The other story involves an incident between the U.S. Customs and Border Protection and a young woman who, oddly enough, had aspirations of becoming an officer for that very agency. Jacob Sullum at Reason has the details:
Cooke was driving from Norfolk to her boyfriend’s house in Ogdensburg, the northern border of which is the St. Lawrence River. If you cross the river, you are in Canada, but Cooke was not crossing the river. She nevertheless became subject to the arbitrary orders of CBP agents by driving through one of the country’s many internal immigration checkpoints . . .

After presenting her driver’s license, Cooke, who surely learned in college that police (and even CBP agents!) need “reasonable suspicion” to detain someone, asks why she was pulled over. “You guys have no reason to be holding me,” she says. A male agent who identifies himself as a supervisor has no explanation for the detention, but he says Cooke will have to wait for a drug-sniffing dog to inspect her car. “Well, they’d better be here soon, because if not, I’m calling 911, and this can all be figured out,” Cooke says. “You guys are holding me here against my will.” Eventually the female agent who first interacted with Cooke says she seemed nervous—an all-purpose excuse for detaining someone, since people tend to be nervous when confronted by armed government officials.

“Why do you want to get in my trunk when you have no right to?” Cooke asks. That question also reflects a potentially disquieting familiarity with Supreme Court decisions related to traffic stops. Just last month, the Court ruled that, in the absence of reasonable suspicion, police may not extend a traffic stop for the purpose of walking a drug-sniffing dog around the vehicle. But the Court also has said that if a dog alerts to a car (or, same thing, a cop claims that the dog alerted), that is enough by itself to supply probable cause for a search, even though there are lots of reasons (including a handler’s deliberate or subconscious cues) why a dog might alert to a car that contains no contraband.

“If they’re not here within 20 minutes, I’m gone,” Cooke says. “You can leave,” the male agent says. “You can walk down the road right now….Your car’s not going anywhere….I’ll spike the tires.”
Cooke and the agent eventually get into an argument about where she’s supposed to stand, which ends with her on the ground writhing in pain after getting shot with a stun gun.

As Sullum points out, this case is especially relevant because not only did the agents violate Cooke’s Fourth Amendment rights, but also Cooke told them they were violating their rights at the time. Not only did they go ahead and detain her anyway, but also it seems likely that her insistence on asserting her rights is what got her shot with a stun gun.

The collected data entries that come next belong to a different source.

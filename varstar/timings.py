"""Times of minimum and maximum, O - C and ephemeris fits (pure core).

Arrays in, frozen dataclasses out; nothing here reads files, prints or knows
about the archive.  All times are BJD_TDB (days); magnitudes are magnitudes, so
a *minimum of light* (an eclipse) is a *maximum of magnitude*.

The pieces
----------
* :class:`Ephemeris` ``T(E) = T0 + P E + Q E**2`` and
  :func:`ephemeris_from_table` (a target's ``[ephemeris]`` TOML table);
  :func:`predict_extrema` and :func:`o_minus_c`.
* Two independent estimates of the time of an extremum from one night:
  :func:`kwee_van_woerden` (Kwee & van Woerden 1956, BAN 12, 327) and
  :func:`symmetric_fit` (a symmetric polynomial in ``(t - t0)**2`` with a
  bootstrap error).
* :func:`template_fit`: the star's own mean light curve shifted in time, for the
  asymmetric maxima of pulsating stars.
* :func:`check_coverage`, the rules deciding whether a night covers a predicted
  extremum well enough to time it, and :func:`find_timings`, which applies
  both estimators to every covered extremum of a night and returns the
  timings and, for the others, a plain reason.
* :func:`fit_ephemeris`: weighted linear and quadratic ephemerides from
  timings, with an F-test for the quadratic term and the period change.

Kwee & van Woerden: the error
-----------------------------
The published error ``sigma**2 = (4ac - b**2) / (4 a**2 (Z - 1))`` assumes that
the ``Z`` reflected pairs are independent.  Once the light curve has been
interpolated onto an even grid they are not: an interpolated value carries
only ``(1-f)**2 + f**2`` (2/3 on average) of a point's noise variance, and a
grid finer than the data uses each observation in several pairs.  Counted
naively (``Z`` = number of grid pairs) the formula underestimates the error by
a factor ~1.25 for jittered, ~1.5 for randomly spaced times and ~1.9 on a grid
twice as fine as the data (measured in ``tests/test_timings.py``).  Here ``Z`` is the
*effective* number of independent pairs obtained by propagating the
interpolation weights (see :func:`_effective_pairs`): with the grid on evenly
spaced observations it equals the number of pairs exactly, as in the paper.
Independently, the three trial times are spread far enough apart that the
random change of S(T) from one pairing to the next does not dominate the
parabola (see :func:`kwee_van_woerden`).  Pull tests on simulated minima then
give a pull standard deviation within a few per cent of 1 at good
signal-to-noise, rising to ~1.1 when the point-to-point noise reaches a sixth
of the depth.  When the extremum is coarsely sampled (a grid step of ~0.4 of
its Gaussian width) the error is conservative (pull std ~0.6 measured): S(T)
then departs from a parabola between trial times and S_min grows.

Both estimators assume a symmetric extremum.  For an asymmetric one they time
the centre of symmetry of the data, not the extremum; the S_min of Kwee &
van Woerden, compared with what the magnitude errors explain
(:attr:`KweeVanWoerden.asymmetry`), detects that, and :func:`find_timings`
adds a note.
"""

from __future__ import annotations

import math
from collections.abc import Mapping
from dataclasses import dataclass, field
from typing import Any, Literal

import numpy as np

from .errors import InputError, ReductionError
from .results import json_float as _jf, sd

__all__ = [
    "ASYMMETRY_PVALUE",
    "DISAGREE_SIGMA",
    "KINDS",
    "Coverage",
    "Ephemeris",
    "EphemerisFit",
    "KweeVanWoerden",
    "PolynomialEphemeris",
    "Refusal",
    "SymmetricFit",
    "Timing",
    "check_coverage",
    "ephemeris_from_table",
    "find_timings",
    "fit_ephemeris",
    "kwee_van_woerden",
    "o_minus_c",
    "predict_extrema",
    "symmetric_fit",
]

There’s often a heightened contempt among cops for people who know and assert their rights. The more you cite Supreme Court cases to assert your right during an interaction with law enforcement, the more likely you are to wind up with your face on the pavement. (That contempt doesn’t just come from cops — Sullum notes the quote from a local resident interviewed by a local paper about the Cooke incident: “If you have nothing to hide, why be a jerk? Just cooperate.”)

This seems perverse. Not only do Supreme Court rulings not prevent law enforcement officials from violating our rights, but also any attempt to use the rulings to defend your rights makes it more likely that you’ll get a violent reaction from law enforcement.

Cooke has a better chance of winning a lawsuit than any of those Illinois drivers hit with traffic fines at a DUI checkpoint, but her lawsuit is far from a sure thing. And again, even if she wins, it’s unlikely that the agents in question will suffer any consequence. In fact, if those agents are disciplined, it will most likely be because Cooke recorded her interaction with them and was able to generate some media coverage, not because the government agency that employs them was proactively enforcing the Fourth Amendment. (As Sullum points out, the only legal action currently under consideration at present is against Cooke.)

When it comes to the Fourth Amendment, the law as it’s laid out in Supreme Court opinions is often quite a bit different than the law on the ground.